Anyway. Amadinejad poured scorn on the UN's Hague tribunal which may – or may not (watch this space) – accuse Hezbollah of killing Rafiq (son of Saad) on Syria's behalf? And lo and behold, on Thursday morning this week, two officers of The Hague tribunal turned up in the southern suburbs of Beirut to examine the records of a gynaecological clinic.

Yes. GYNAECOLOGICAL CLINIC?, I hear you ask. Well, The Hague spokesmen/spokeswomen won't say what this is about. But I can tell you. Between 15 and 17 Shia Muslim women from the southern suburbs of Beirut – who are having pregnancy tests at the clinic – are sisters or wives of leading Hezbollah officials, and The Hague guys wanted their mobile telephone numbers to match them with calls made from the same numbers on the afternoon of Hariri's murder, perhaps by their husbands.

Now, 11 members of the Lebanese Alpha mobile company (Mr Robert's mobile, by the way, belongs to the same company) have been arrested and charged with spying for Israel.

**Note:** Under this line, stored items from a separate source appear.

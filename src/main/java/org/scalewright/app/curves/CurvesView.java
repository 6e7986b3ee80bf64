package org.scalewright.app.curves;

import java.awt.geom.Rectangle2D;
import java.util.EnumMap;
import java.util.Map;
import javafx.application.Platform;
import javafx.scene.layout.Priority;
import javafx.scene.layout.VBox;
import org.jfree.chart.JFreeChart;
import org.jfree.chart.entity.XYItemEntity;
import org.jfree.chart.fx.ChartViewer;
import org.jfree.chart.fx.interaction.ChartMouseEventFX;
import org.jfree.chart.fx.interaction.ChartMouseListenerFX;
import org.jfree.chart.plot.PlotRenderingInfo;
import org.jfree.chart.ui.RectangleEdge;
import org.jfree.data.Range;
import org.scalewright.app.session.Timings;
import org.scalewright.chart.Curve;
import org.scalewright.chart.CurveData;
import org.scalewright.chart.ScaleCurves;
import org.scalewright.chart.TargetMarks;

/**
 * The three linked curves, stacked: tension per string, percent of breaking strength and
 * inharmonicity over key number. A click on a curve selects the nearest note; hovering shows
 * the note and its values; zooming one curve's keys (drag a rectangle) zooms all three.
 * Charts are built by {@link ScaleCurves}; this view only shows them.
 */
public final class CurvesView {
    private final CurvesViewModel model;
    private final VBox box = new VBox(4);
    private final Map<Curve, ChartViewer> viewers = new EnumMap<>(Curve.class);
    private boolean syncingAxes;
    private CurveData pending;

    public CurvesView(CurvesViewModel model) {
        this.model = model;
        box.getStyleClass().add("curves");
        CurveData data = model.data();
        for (Curve c : Curve.values()) {
            JFreeChart chart = ScaleCurves.build(c, data, false);
            ChartViewer viewer = new ChartViewer(chart);
            viewer.getCanvas().setTooltipEnabled(false); // hover texts come from the Picker
            viewer.setId("chart-" + c.name().toLowerCase(java.util.Locale.ROOT));
            viewer.setMinHeight(150);
            viewer.setPrefHeight(300);
            VBox.setVgrow(viewer, Priority.ALWAYS);
            viewer.addChartMouseListener(new Picker(viewer));
            chart.getXYPlot().getDomainAxis().addChangeListener(e -> linkKeys(c));
            viewers.put(c, viewer);
            box.getChildren().add(viewer);
        }
        model.dataProperty().addListener((o, a, b) -> later(b));
        model.targetProperty().addListener((o, a, b) -> drawTarget());
        new PointDragger(viewers.get(Curve.TENSION));
    }

    private void drawTarget() {
        TargetMarks.draw(viewers.get(Curve.TENSION).getChart(), model.targetProperty().get(), model.data().units());
    }

    public VBox node() {
        return box;
    }

    /** @return the three chart viewers, top to bottom */
    public java.util.List<ChartViewer> viewers() {
        return java.util.List.copyOf(viewers.values());
    }

    /** @return the chart showing {@code c} */
    public JFreeChart chart(Curve c) {
        return viewers.get(c).getChart();
    }

    /**
     * Redraws once after the event being handled: an Enter in the table both edits a note and
     * moves the selection, which makes one redraw rather than two.
     */
    private void later(CurveData data) {
        boolean scheduled = pending != null;
        pending = data;
        if (!scheduled) {
            Platform.runLater(() -> {
                CurveData d = pending;
                pending = null;
                show(d);
            });
        }
    }

    private void show(CurveData data) {
        for (Curve c : Curve.values()) {
            ScaleCurves.refresh(viewers.get(c).getChart(), c, data);
        }
        drawTarget();
        Timings.curvesShown(data.working().notes().size());
    }

    private void linkKeys(Curve source) {
        if (syncingAxes) {
            return;
        }
        syncingAxes = true;
        try {
            var axis = viewers.get(source).getChart().getXYPlot().getDomainAxis();
            Range r = axis.getRange();
            for (Curve c : Curve.values()) {
                var other = viewers.get(c).getChart().getXYPlot().getDomainAxis();
                if (c != source) {
                    if (axis.isAutoRange()) {
                        other.setAutoRange(true);
                    } else if (!other.getRange().equals(r)) {
                        other.setRange(r);
                    }
                }
            }
        } finally {
            syncingAxes = false;
        }
    }

    /** Selects the note under a click: the point clicked, or the key nearest the click. */
    private final class Picker implements ChartMouseListenerFX {
        private final ChartViewer viewer;
        private String shown;

        Picker(ChartViewer viewer) {
            this.viewer = viewer;
        }

        @Override
        public void chartMouseClicked(ChartMouseEventFX e) {
            if (e.getEntity() instanceof XYItemEntity item) {
                model.pick(item.getDataset().getXValue(item.getSeriesIndex(), item.getItem()));
                return;
            }
            PlotRenderingInfo info = viewer.getRenderingInfo().getPlotInfo();
            Rectangle2D area = info.getDataArea();
            double x = e.getTrigger().getX();
            if (area.getWidth() > 0 && x >= area.getMinX() && x <= area.getMaxX()) {
                model.pick(e.getChart().getXYPlot().getDomainAxis().java2DToValue(x, area, RectangleEdge.BOTTOM));
            }
        }

        @Override
        public void chartMouseMoved(ChartMouseEventFX e) {
            String text = null;
            if (e.getEntity() instanceof XYItemEntity item) {
                int key = (int) Math.round(item.getDataset().getXValue(item.getSeriesIndex(), item.getItem()));
                text = ScaleCurves.seriesOf(e.getChart(), item.getDataset())
                        .flatMap(s -> ScaleCurves.hoverText(model.data(), s, key)).orElse(null);
            }
            if (!java.util.Objects.equals(text, shown)) {
                shown = text;
                viewer.getCanvas().setTooltip(text, e.getTrigger().getScreenX() + 12, e.getTrigger().getScreenY() + 12);
            }
        }
    }

    /**
     * Lets the user drag a control point of the target on the tension curve up and down: a press
     * within a few pixels of a point takes it (instead of starting a zoom), a drag moves it, the
     * release drops it. The view model is told in N through {@link CurvesViewModel.PointDrag}.
     */
    private final class PointDragger {
        private static final double REACH_PX = 8;
        private final ChartViewer viewer;
        private int dragging = -1;
        private boolean axisWasAuto;

        PointDragger(ChartViewer viewer) {
            this.viewer = viewer;
            var canvas = viewer.getCanvas();
            canvas.addEventFilter(javafx.scene.input.MouseEvent.MOUSE_PRESSED, e -> {
                dragging = pointNear(e.getX(), e.getY());
                if (dragging >= 0) {
                    // hold the tension axis still while the point moves, so it does not run away under the mouse
                    var axis = viewer.getChart().getXYPlot().getRangeAxis();
                    axisWasAuto = axis.isAutoRange();
                    axis.setRange(axis.getRange());
                    e.consume();
                }
            });
            canvas.addEventFilter(javafx.scene.input.MouseEvent.MOUSE_DRAGGED, e -> {
                if (dragging >= 0) {
                    tell(e.getY(), false);
                    e.consume();
                }
            });
            canvas.addEventFilter(javafx.scene.input.MouseEvent.MOUSE_RELEASED, e -> {
                if (dragging >= 0) {
                    tell(e.getY(), true);
                    dragging = -1;
                    if (axisWasAuto) {
                        viewer.getChart().getXYPlot().getRangeAxis().setAutoRange(true);
                    }
                    e.consume();
                }
            });
        }

        private int pointNear(double x, double y) {
            TargetMarks marks = model.targetProperty().get();
            if (marks == null || model.pointDragProperty().get() == null) {
                return -1;
            }
            Rectangle2D area = viewer.getRenderingInfo().getPlotInfo().getDataArea();
            var plot = viewer.getChart().getXYPlot();
            var units = model.data().units();
            for (int i = 0; i < marks.points().size(); i++) {
                var p = marks.points().get(i);
                double px = plot.getDomainAxis().valueToJava2D(p.key(), area, RectangleEdge.BOTTOM);
                double py = plot.getRangeAxis().valueToJava2D(units.force().fromNewtons(p.value()), area,
                        RectangleEdge.LEFT);
                if (Math.abs(px - x) <= REACH_PX && Math.abs(py - y) <= REACH_PX) {
                    return i;
                }
            }
            return -1;
        }

        private void tell(double y, boolean release) {
            CurvesViewModel.PointDrag listener = model.pointDragProperty().get();
            if (listener == null) {
                return;
            }
            Rectangle2D area = viewer.getRenderingInfo().getPlotInfo().getDataArea();
            double clamped = Math.max(area.getMinY(), Math.min(area.getMaxY(), y));
            double shown = viewer.getChart().getXYPlot().getRangeAxis().java2DToValue(clamped, area, RectangleEdge.LEFT);
            double newtons = model.data().units().force().toNewtons(shown);
            if (!(newtons > 0)) {
                return;
            }
            if (release) {
                listener.released(dragging, newtons);
            } else {
                listener.dragged(dragging, newtons);
            }
        }
    }
}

Hezbollah claims that Israel has inserted mobile calls into the record of the 14 February 2005 calls – the originals came from the British listening system on Mount Troodos in Cyprus – in order to plant evidence. So The Hague men arrived at the clinic with the usual horde of Lebanese security men to protect them. But they were met by up to 150 ladies, minibussed to the clinic by – Hezbollah? – to complain at this grotesque personal intrusion. Hezbollah denies all knowledge of the affair. Of course. But the women pulled the hair of the Hague's female interpreter and so jostled The Hague men that they managed to get their hands on one of their briefcases.

Needless to say, The Hague won't identify the nationality of their own two foolish officials who thought they could brazenly walk into Hezbollah's fiefdom with their secrets intact in a briefcase. I can reveal that one of them was French, the other Australian.

They had asked for a 9am appointment with the head of the clinic – this appointment was, of course, betrayed to Hezbollah – and they didn't get those mobile telephone numbers. They just lost their briefcase. As I write, the contents are being translated by Hezbollah. What hope The Hague tribunal? What hope Lebanon?